Study by University of Cambridge researchers identifies four strategies and two key methods for scaling up social businesses in developing countries in order to meet huge unmet needs of more than four billion people.
Social businesses can play an important role in developing countries in addressing needs such as healthcare, energy, education and sanitation, but such businesses have faced a difficult time scaling up to significant size and reach.
New research authored by researchers at the University of Cambridge identifies four key strategies and two methods for social businesses to scale up, which could help them reach many more of the four billion people in developing countries who could benefit from the services of such businesses.
“Meeting these needs through affordable and sustainable solutions offers businesses a vast opportunity for future growth,” says the study published in the Journal of Cleaner Production. “Indeed, as developing markets emerge from low-income to middle-income status, their development offers businesses the potential to make profits while also delivering significant social impact.”
The study identifies market penetration, market development, product development and diversification as the four key growth strategies at different stages of business maturity for social businesses. In parallel, the study found two ways of increasing income generated through these four strategies – increasing revenue per stream and diversifying revenue streams.
The study defines “scaling up” as “increasing the number of customers or members of a business as well as expanding its offer and maximising its revenues until it reaches millions of people.” Previous studies had focused on scaling up conventional for-profit businesses and NGOs, but there had been little research on scaling up profit-generating social businesses.
Social businesses have had difficulty scaling up in developing countries due to a lack of infrastructure such as roads and electricity, coupled with a lack of clear property rights and well-functioning courts. On a more encouraging note, new technology such as mobile telephony and new business structures such as public-private partnerships now make it easier for such businesses to find ways to reach new consumers.
The study – entitled “Scaling up social businesses in developing markets” – is co-authored by Nancy Bocken, a Fellow at the Cambridge Institute for Sustainability Leadership; Alison Fil, a former Industrial Systems, Manufacture, and Management (ISMM) student at the Institute for Manufacturing, University of Cambridge; and by Jaideep Prabhu, Professor of Marketing at Cambridge Judge Business School and Director of the Centre for India & Global Business. Nancy Bocken is also Associate Professor at the Delft University of Technology in the Netherlands.

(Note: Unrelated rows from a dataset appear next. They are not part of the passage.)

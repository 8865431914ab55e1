"""Per-project adaptation: a light correction of the model's proposals learnt from accepted labels.

Method: one small regression per joint, from the proposal in crop
coordinates (every joint's x, y and confidence, plus the appearance
embedding when there is one) to that joint's residual (label minus proposal)
in crop coordinates. Crop coordinates are the proposal's own region, rotated
upright and divided by its size, so one correction serves people of any size
anywhere in the frame. Each joint's regression is either linear ridge
regression (Hoerl & Kennard, "Ridge Regression: Biased Estimation for
Nonorthogonal Problems", Technometrics 1970) or kernel ridge regression with a
Gaussian (RBF) kernel (Saunders, Gammerman & Vovk, "Ridge Regression Learning
Algorithm in Dual Variables", ICML 1998) on all features or on the pose
alone, whichever the cross-validation below scores higher: the model's errors
on a new population are often not linear in its own output (a knee that is
placed too high only when the leg is bent, say).

The regularisation is chosen by cross-validation grouped by participant
(leave-one-participant-out when there are enough participants), scored by
the held-out per-keypoint OKS similarity: every figure here is measured on
people the fit did not see. A joint keeps its correction only when it beats
the raw model on those held-out people;
otherwise that joint falls back to the raw model. Human points are never
touched: the correction only changes what pre-fill proposes.

The other adaptation, re-training the model's heatmap layers on the labels, is in
:mod:`.tuning`; while a project uses a tuned model, this correction is still fitted (on the raw
model's proposals) but its points are not pre-filled.
"""
from __future__ import annotations

import json
from dataclasses import dataclass, field

import numpy as np

from .errors import KinemarkError
from .model import ACCEPTED, IN_REVIEW, PREFILLED, Changes

# up to 1e5: with an unpenalised intercept that is nearly a constant per-joint shift
LAMBDAS = (0.3, 1.0, 3.0, 10.0, 30.0, 100.0, 300.0, 1e3, 1e4, 1e5)
MIN_FRAMES = 8
# training trims: residuals over 3x the joint's median, or none; cross-validation picks per joint
TRIMS = (3.0, float("inf"))
MIN_T = 2.0
# kernel ridge candidates: the RBF kernel exp(-gamma |z - z'|^2 / F) on the F standardised
# features (dividing by F makes gamma independent of how many features there are), with these
# gammas and penalties (a project choice, measured on the demo data: see DEVELOPERS.md)
GAMMAS = (0.03, 0.1, 0.3, 1.0)
KERNEL_LAMBDAS = (0.01, 0.1, 1.0, 10.0)
# the kernel's views of the features, each a candidate chosen per joint by cross-validation:
# every feature, or the pose alone (every joint's crop x, y: the first 2K columns, see
# features()). An isotropic kernel weighs every feature alike, so with few labelled frames the
# appearance embedding and the confidences can drown the pose in distance
KERNEL_VIEWS = ("all", "pose")
# the kernel candidates need an n x n eigendecomposition per fold, gamma and view: above this
# many labelled frames only linear ridge is tried (a project choice, to keep a refit within
# seconds: about 6.4 s at 783 frames on the 2-core development machine)
KERNEL_MAX_FRAMES = 800
# a frame is corrected only within this many times the widest nearest-neighbour gap among
# the labelled frames (in standardised feature space): a project choice, see Support
SUPPORT_FACTOR = 1.5
# a keypoint needs a move when its OKS similarity to the truth is below this (the demo's and
# the benchmark's definition of "joints to move")
MOVE_SIMILARITY = 0.5
# the cross-validation scores a candidate per held-out keypoint by STEP_WEIGHT times a
# logistic step of its similarity at MOVE_SIMILARITY, STEP_WIDTH wide (a smooth count of the
# keypoints within the move threshold: what the annotator is spared), plus the rest of the
# weight on the similarity itself (so a correction of points already within the threshold
# still counts). Project choices, measured on two draws of the demo scenario: see DEVELOPERS.md
STEP_WIDTH = 0.05
STEP_WEIGHT = 0.8


# ---- crop coordinates -----------------------------------------------------------------

def to_crop(xy: np.ndarray, region: dict) -> np.ndarray:
    """Frame pixels -> region coordinates: upright, centred, in units of the region's size."""
    c, s = np.cos(region["angle"]), np.sin(region["angle"])
    d = np.asarray(xy, float) - [region["cx"], region["cy"]]
    u = (c * d[..., 0] + s * d[..., 1]) / region["w"]
    v = (-s * d[..., 0] + c * d[..., 1]) / region["h"]
    return np.stack([u, v], axis=-1)


def from_crop(uv: np.ndarray, region: dict) -> np.ndarray:
    c, s = np.cos(region["angle"]), np.sin(region["angle"])
    u = np.asarray(uv, float)[..., 0] * region["w"]
    v = np.asarray(uv, float)[..., 1] * region["h"]
    return np.stack([region["cx"] + c * u - s * v, region["cy"] + s * u + c * v], axis=-1)


def features(kps_crop: np.ndarray, confidence: np.ndarray, embedding: np.ndarray | None,
             regressed_crop: np.ndarray | None = None) -> np.ndarray:
    """One row per sample: every joint's crop x, y, its confidence, the embedding, and (when
    given) how far the model's regression head put each joint from the reported point, in
    crop units (the heatmap decoding and the regression disagree where one of them is off)."""
    n = len(kps_crop)
    parts = [np.nan_to_num(kps_crop.reshape(n, -1)), np.nan_to_num(confidence.reshape(n, -1))]
    if embedding is not None:
        parts.append(np.nan_to_num(embedding.reshape(n, -1)))
    if regressed_crop is not None:
        parts.append(np.nan_to_num((regressed_crop - kps_crop).reshape(n, -1)))
    return np.hstack(parts)


def regressed_points(signals: dict | None, K: int) -> np.ndarray | None:
    """(K, 2) the regression head's points stored with a proposal (frame pixels), or None
    for a proposal made before they were stored (or by a model that has none)."""
    if not signals or "regressed_x" not in signals or "regressed_y" not in signals:
        return None
    xy = np.column_stack([np.asarray(signals["regressed_x"], float), np.asarray(signals["regressed_y"], float)])
    return xy if xy.shape == (K, 2) else None


# ---- the regression -------------------------------------------------------------------

def ridge_fit(X: np.ndarray, Y: np.ndarray, lam: float):
    """Ridge with an unpenalised intercept, on standardised features. Returns (mean, scale, W, b)."""
    mu = X.mean(axis=0)
    sd = X.std(axis=0)
    sd[sd < 1e-12] = 1.0
    Z = (X - mu) / sd
    ym = Y.mean(axis=0)
    A = Z.T @ Z + lam * np.eye(Z.shape[1])
    W = np.linalg.solve(A, Z.T @ (Y - ym))
    return mu, sd, W, ym


def ridge_predict(model, X):
    mu, sd, W, b = model
    return ((X - mu) / sd) @ W + b


def sq_distances(A: np.ndarray, B: np.ndarray) -> np.ndarray:
    """(len(A), len(B)) squared Euclidean distances between rows."""
    d2 = np.einsum("ij,ij->i", A, A)[:, None] + np.einsum("ij,ij->i", B, B)[None, :] - 2.0 * A @ B.T
    return np.maximum(d2, 0.0)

“Social businesses have enormous potential to provide important services to billions of people around the world – but such businesses need to scale up in order to meet these needs,” says Professor Prabhu. “This study is a first step to greater understanding in this area, but we need a lot more work to support the development and growth of such businesses.”
Cambridge Judge Business School last year inaugurated a new Centre for Social Innovation, and a new Master of Studies in Social Innovation degree programme launches this autumn.

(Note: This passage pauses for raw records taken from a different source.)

def test_motion_respects_joint_limits_and_moves(tiny_clips):
    # Limits: clinical normal range-of-motion figures (body.JOINT_LIMITS_DEG, from memory).
    for clip in tiny_clips:
        wrists, hips, knees = [], [], []
        for i in range(0, int(clip.plan.duration * 15)):
            pose = clip.plan.pose(i / 15)
            for side in ("left", "right"):
                for joint in ("elbow_flexion", "knee_flexion"):
                    lo, hi = bd.JOINT_LIMITS_DEG[joint]
                    a = np.degrees(pose.angles[f"{side}_{joint}"])
                    assert lo - 1e-6 <= a <= hi + 1e-6
            for joint in ("trunk_flexion", "trunk_lateral", "neck_flexion"):
                lo, hi = bd.JOINT_LIMITS_DEG[joint]
                assert lo - 1e-6 <= np.degrees(pose.angles[joint]) <= hi + 1e-6
            # segment lengths stay those of the body (rigid bones)
            sh = clip.person.shape
            for side in ("left", "right"):
                j = pose.j
                assert np.linalg.norm(j[f"{side}_elbow"] - j[f"{side}_shoulder"]) == pytest.approx(sh.upper_arm)
                assert np.linalg.norm(j[f"{side}_knee"] - j[f"{side}_hip"]) == pytest.approx(sh.thigh)
            wrists.append(pose.j["right_wrist"])
            hips.append(pose.P)
            knees.append(np.degrees(pose.angles["left_knee_flexion"]))
        wrists, hips = np.array(wrists), np.array(hips)
        # smooth: no joint jumps more than 12 cm between frames at 15 fps (1.8 m/s)
        assert np.max(np.linalg.norm(np.diff(wrists, axis=0), axis=1)) < 0.12
        if clip.exercise == "sts":
            top = int(np.argmax(hips[:, 2]))
            assert hips[top, 2] - hips[0, 2] > 0.2     # the participant stands up,
            assert knees[top] < 15.0 and knees[0] > 70.0   # knees straight when up, bent when seated
            assert abs(hips[-1, 2] - hips[0, 2]) < 1e-3   # and sits back down
        else:
            assert np.ptp(wrists, axis=0).max() > 0.2     # the hand travels to a target


def test_min_jerk_profile_matches_closed_form():
    # Flash & Hogan (1985): x(s) = 10 s^3 - 15 s^4 + 6 s^5; peak speed 1.875 at s = 0.5.
    from kinemark.core.synth.motion import min_jerk
    s = np.linspace(0, 1, 2001)
    x = min_jerk(s)
    v = np.gradient(x, s)
    assert x[0] == 0 and x[-1] == 1 and x[1000] == pytest.approx(0.5)
    assert v.max() == pytest.approx(1.875, abs=1e-3) and abs(s[np.argmax(v)] - 0.5) < 1e-3


# ---------------------------------------------------------------- a real pose model

MODEL = Path(__file__).resolve().parents[1] / "assets" / "models" / "pose_landmark_full.onnx"


@pytest.mark.skipif(not MODEL.exists(), reason="bundled BlazePose model not present")
def test_blazepose_finds_the_rendered_figure(tiny_clips, rendered):
    """The figure must look enough like a person for a real pose model (BlazePose GHUM full,
    the bundled ONNX conversion; contract in assets/models/MODEL_CARD.md)."""
    import onnxruntime as ort
    sess = ort.InferenceSession(str(MODEL), providers=["CPUExecutionProvider"])
    bp_index = {"left_shoulder": 11, "right_shoulder": 12, "left_hip": 23, "right_hip": 24,
                "left_knee": 25, "right_knee": 26, "left_elbow": 13, "right_elbow": 14}
    errs = []
    clip = tiny_clips[1]                                  # full body in view
    for f, _ in rendered[clip.name][::4]:
        x, y, w, h = f.bbox
        c = np.array([x + w / 2, y + h / 2])
        scale = 256.0 / (1.3 * max(w, h))
        M = np.array([[scale, 0, 128 - scale * c[0]], [0, scale, 128 - scale * c[1]]])
        crop = cv2.warpAffine(f.image, M, (256, 256), flags=cv2.INTER_LINEAR)
        inp = cv2.cvtColor(crop, cv2.COLOR_BGR2RGB).astype(np.float32)[None] / 255.0
        lm = sess.run(None, {"input_1": inp})[0].reshape(39, 5)
        for name, b in bp_index.items():
            k = COCO17.index(name)
            if f.keypoints[k, 2] == 2:
                p = (lm[b, :2] - 0.5 - M[:, 2]) / scale      # crop pixels -> frame pixels
                errs.append(np.linalg.norm(p - f.keypoints[k, :2]) / h)
    assert len(errs) > 20
    assert np.median(errs) < 0.08, np.median(errs)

The study published in Journal of Cleaner Production identified scaling up strategies and methods by focusing on three successful social businesses – development organisation BRAC, eye care company Aravind and Amul Dairy.
BRAC, one of the world’s largest NGOs, serving 135 million people in 11 countries in areas ranging from nutrition and sanitation to microfinance, uses “replication and diffusion” as a key to its successful efforts to scale up, the study says. To reach people in dispersed regions, for example, BRAC used village societies and village intermediaries to train people, testing solutions in local communities and improving them before expanding to larger communities.

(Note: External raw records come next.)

# Other names a custom skeleton may use for a point the model predicts. These are
# approximations, not the same anatomical definition: BlazePose's "foot index" is
# the tip of the foot (around the second toe), close to but not exactly the big
# toe; "mouth_left/right" are the mouth corners.
ALIASES = {
    "left_big_toe": "left_foot_index",
    "right_big_toe": "right_foot_index",
    "left_toe": "left_foot_index",
    "right_toe": "right_foot_index",
    "left_mouth": "mouth_left",
    "right_mouth": "mouth_right",
    "left_index_finger": "left_index",
    "right_index_finger": "right_index",
    "left_pinky_finger": "left_pinky",
    "right_pinky_finger": "right_pinky",
}
APPROXIMATE_ALIASES = frozenset(ALIASES)


def _model_flip_permutation() -> np.ndarray:
    """(39,) index array swapping the model's left and right points (aux points fixed)."""
    perm = np.arange(NUM_POINTS)
    for a, b in derive_flip_pairs(list(BLAZEPOSE_LANDMARKS)):
        perm[a], perm[b] = b, a
    # mouth_left / mouth_right do not follow the left_/right_ prefix rule
    ml, mr = BLAZEPOSE_LANDMARKS.index("mouth_left"), BLAZEPOSE_LANDMARKS.index("mouth_right")
    perm[ml], perm[mr] = mr, ml
    return perm


MODEL_FLIP_PERMUTATION = _model_flip_permutation()


def landmark_index_for(name: str) -> int | None:
    """The model point a skeleton keypoint name maps to (by name or alias), or None."""
    name = ALIASES.get(name, name)
    try:
        return BLAZEPOSE_LANDMARKS.index(name)
    except ValueError:
        return None


def skeleton_mapping(skeleton: Skeleton) -> np.ndarray:
    """(K,) int: the model point index for each skeleton keypoint, -1 where not covered."""
    return np.array([(-1 if (i := landmark_index_for(n)) is None else i)
                     for n in skeleton.keypoints], dtype=np.int64)


# --- crop geometry --------------------------------------------------------------------

def upright_angle(bottom_xy, top_xy) -> float:
    """Region angle (radians, :class:`Region` convention) that makes bottom->top point up.

    With this angle the crop's "up" (its -y axis) is along ``top - bottom`` in
    the frame; ``top`` straight above ``bottom`` gives 0.
    """
    dx, dy = float(top_xy[0] - bottom_xy[0]), float(top_xy[1] - bottom_xy[1])
    if dx == 0.0 and dy == 0.0:
        return 0.0
    return math.atan2(dx, -dy)


def region_from_keypoints(xy: np.ndarray, valid: np.ndarray, *, margin: float = 0.25,
                          upright_axis=None, aspect: float = 1.0,
                          source: str = "keypoints", min_size: float = 1.0) -> Region | None:
    """A crop region around a set of keypoints (frame pixels).

    ``xy`` (N, 2), ``valid`` (N,) bool. ``upright_axis`` is
    ``((hip_a, hip_b), (shoulder_a, shoulder_b))``: indices into ``xy``; when all
    four are valid the region is rotated so that hip centre -> shoulder centre
    points up (the rotation step of the BlazePose tracking pipeline, Bazarevsky
    et al. 2020); otherwise it is upright (angle 0). The box is the extent of
    the valid points along the region's own axes, grown by ``margin`` times
    its size on every side, then widened to ``aspect`` (w/h). Returns None
    when fewer than two valid points are given or the box is smaller than
    ``min_size`` pixels on both sides.
    """
    xy = np.asarray(xy, dtype=float)
    valid = np.asarray(valid, dtype=bool) & np.isfinite(xy).all(axis=1)
    if valid.sum() < 2:
        return None
    angle = 0.0
    if upright_axis is not None:
        (ha, hb), (sa, sb) = upright_axis
        idx = [ha, hb, sa, sb]
        if all(0 <= i < len(xy) for i in idx) and valid[idx].all():
            hip = (xy[ha] + xy[hb]) / 2.0
            sho = (xy[sa] + xy[sb]) / 2.0
            angle = upright_angle(hip, sho)
    c, s = math.cos(angle), math.sin(angle)
    ex, ey = np.array([c, s]), np.array([-s, c])
    pts = xy[valid]
    u, v = pts @ ex, pts @ ey
    w, h = float(u.max() - u.min()), float(v.max() - v.min())
    if max(w, h) < min_size:
        return None
    cu, cv = (u.max() + u.min()) / 2.0, (v.max() + v.min()) / 2.0
    centre = cu * ex + cv * ey
    side_w = max(w, 1e-6) * (1.0 + 2.0 * margin)
    side_h = max(h, 1e-6) * (1.0 + 2.0 * margin)
    return Region(float(centre[0]), float(centre[1]), side_w, side_h, angle,
                  source).with_aspect(aspect)


def region_from_alignment(centre_xy, scale_xy, *, scale: float = 1.25,
                          source: str = "first_pass") -> Region | None:
    """The square crop the two auxiliary alignment points define.

    As in the BlazePose tracking pipeline (Bazarevsky et al. 2020): centred on
    the hip-centre point, rotated so the vector to the scale point points up,
    side twice that vector's length, times ``scale`` (1.25 in the published
    pipeline, from memory). None if the points coincide or are not finite.
    """
    c = np.asarray(centre_xy, dtype=float)
    t = np.asarray(scale_xy, dtype=float)
    if not (np.isfinite(c).all() and np.isfinite(t).all()):
        return None
    d = float(np.hypot(*(t - c)))
    if d < 0.5:
        return None
    side = 2.0 * d * scale
    return Region(float(c[0]), float(c[1]), side, side, upright_angle(c, t), source)


def model_to_frame(points_uv: np.ndarray, region: Region, matrix: np.ndarray | None = None) -> np.ndarray:
    """(N, 2) model-output x, y (input pixels, edges at 0 and 256) -> frame pixels.

    ``matrix``: :func:`crop.crop_to_frame_matrix` of ``region`` at the model's input
    size, when the caller maps several point sets through one region."""
    m = crop_to_frame_matrix(region, INPUT_SIZE, INPUT_SIZE) if matrix is None else matrix
    return apply_affine(m, np.asarray(points_uv, dtype=float) - 0.5)


def unmirror_landmarks(raw: np.ndarray, width: int = INPUT_SIZE) -> np.ndarray:
    """Landmarks predicted on a horizontally mirrored crop, expressed for the original crop.

    ``raw`` (39, >=2) model output on ``crop[:, ::-1]``. The x coordinate is
    reflected (``x -> width - x``: edges at 0 and ``width``) and left/right
    points are swapped, because on the mirror image the model's "left wrist"
    is the person's right wrist. Returns a new array.
    """
    out = np.array(raw, dtype=float, copy=True)
    out[:, 0] = width - out[:, 0]
    return out[MODEL_FLIP_PERMUTATION[: len(out)]]


def _sigmoid(z, dtype=np.float64):
    z = np.asarray(z, dtype=dtype)
    return 1.0 / (1.0 + np.exp(-np.clip(z, -60.0, 60.0)))


def _sigmoid_inplace(z: np.ndarray) -> np.ndarray:
    """:func:`_sigmoid` of a float array, written over it (no temporary arrays)."""
    np.negative(z, out=z)
    np.clip(z, -60.0, 60.0, out=z)
    np.exp(z, out=z)
    z += 1.0
    return np.reciprocal(z, out=z)


def _channel_major(heatmaps: np.ndarray, channels: np.ndarray) -> np.ndarray:
    """(B, C, 64, 64) contiguous copy of ``channels`` of (B, 64, 64, 39) heatmaps."""
    return np.ascontiguousarray(np.take(heatmaps, channels, axis=3).transpose(0, 3, 1, 2))


# --- loading --------------------------------------------------------------------------

MODEL_JSON = "model.json"
DEFAULT_FILE = "pose_landmark_full.onnx"


def assets_models_dir() -> Path:
    """Folder of the bundled model: ``$KINEMARK_ASSETS/models`` if set, else the repository's."""
    env = os.environ.get("KINEMARK_ASSETS")
    if env:
        return Path(env) / "models"
    return Path(__file__).resolve().parents[2] / "assets" / "models"


def _read_model_json(folder: Path) -> dict | None:
    p = folder / MODEL_JSON
    if not p.exists():
        return None
    try:
        data = json.loads(p.read_text(encoding="utf-8"))
    except (OSError, UnicodeDecodeError, json.JSONDecodeError) as e:
        raise KinemarkError(f"cannot read the model description: {e}", where=str(p)) from None
    if not isinstance(data, dict):
        raise KinemarkError("the model description must be a JSON object", where=str(p))
    return data


def _shape(arg) -> list:
    return [d if isinstance(d, int) else None for d in (arg.shape or [])]


def _shape_text(s) -> str:
    return "[" + ", ".join("N" if d is None else str(d) for d in s) + "]"


def _fits(actual: list, expected: tuple) -> bool:
    """Shape match where None (dynamic) in ``actual`` matches anything at the batch position."""
    if len(actual) != len(expected):
        return False
    for i, (a, e) in enumerate(zip(actual, expected)):
        if a is None and i == 0:
            continue
        if a != e:
            return False
    return True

Aravind Eye Care runs a number of hospitals and eye care centres in India, treating more than three million people a year to fight blindness in the country. In order to scale up, Aravind chose to increase the number of hospitals and centres in a given region – and then diversified activities by adding a manufacturing unit, staff training and a research department.
Amul Dairy, an Indian co-operative of three million milk producers, began to scale up by increasing the number of milk producers in the state of Gujurat followed by establishment of a processing plant to produce dairy products from excess milk. A partnership with the government then helped Amul to expand across India and into other countries.
All three companies used “almost all the different scaling-up methods at one point in their development,” the study found. “This indicates that all strategies are important to achieve scale and that companies need to mix and match different strategies.”
Based on the case studies, companies with a clear single purpose (Aravind and Amul) might start with “simpler’ strategies” such as market penetration, while companies like BRAC with broader goals will need a more diverse approach.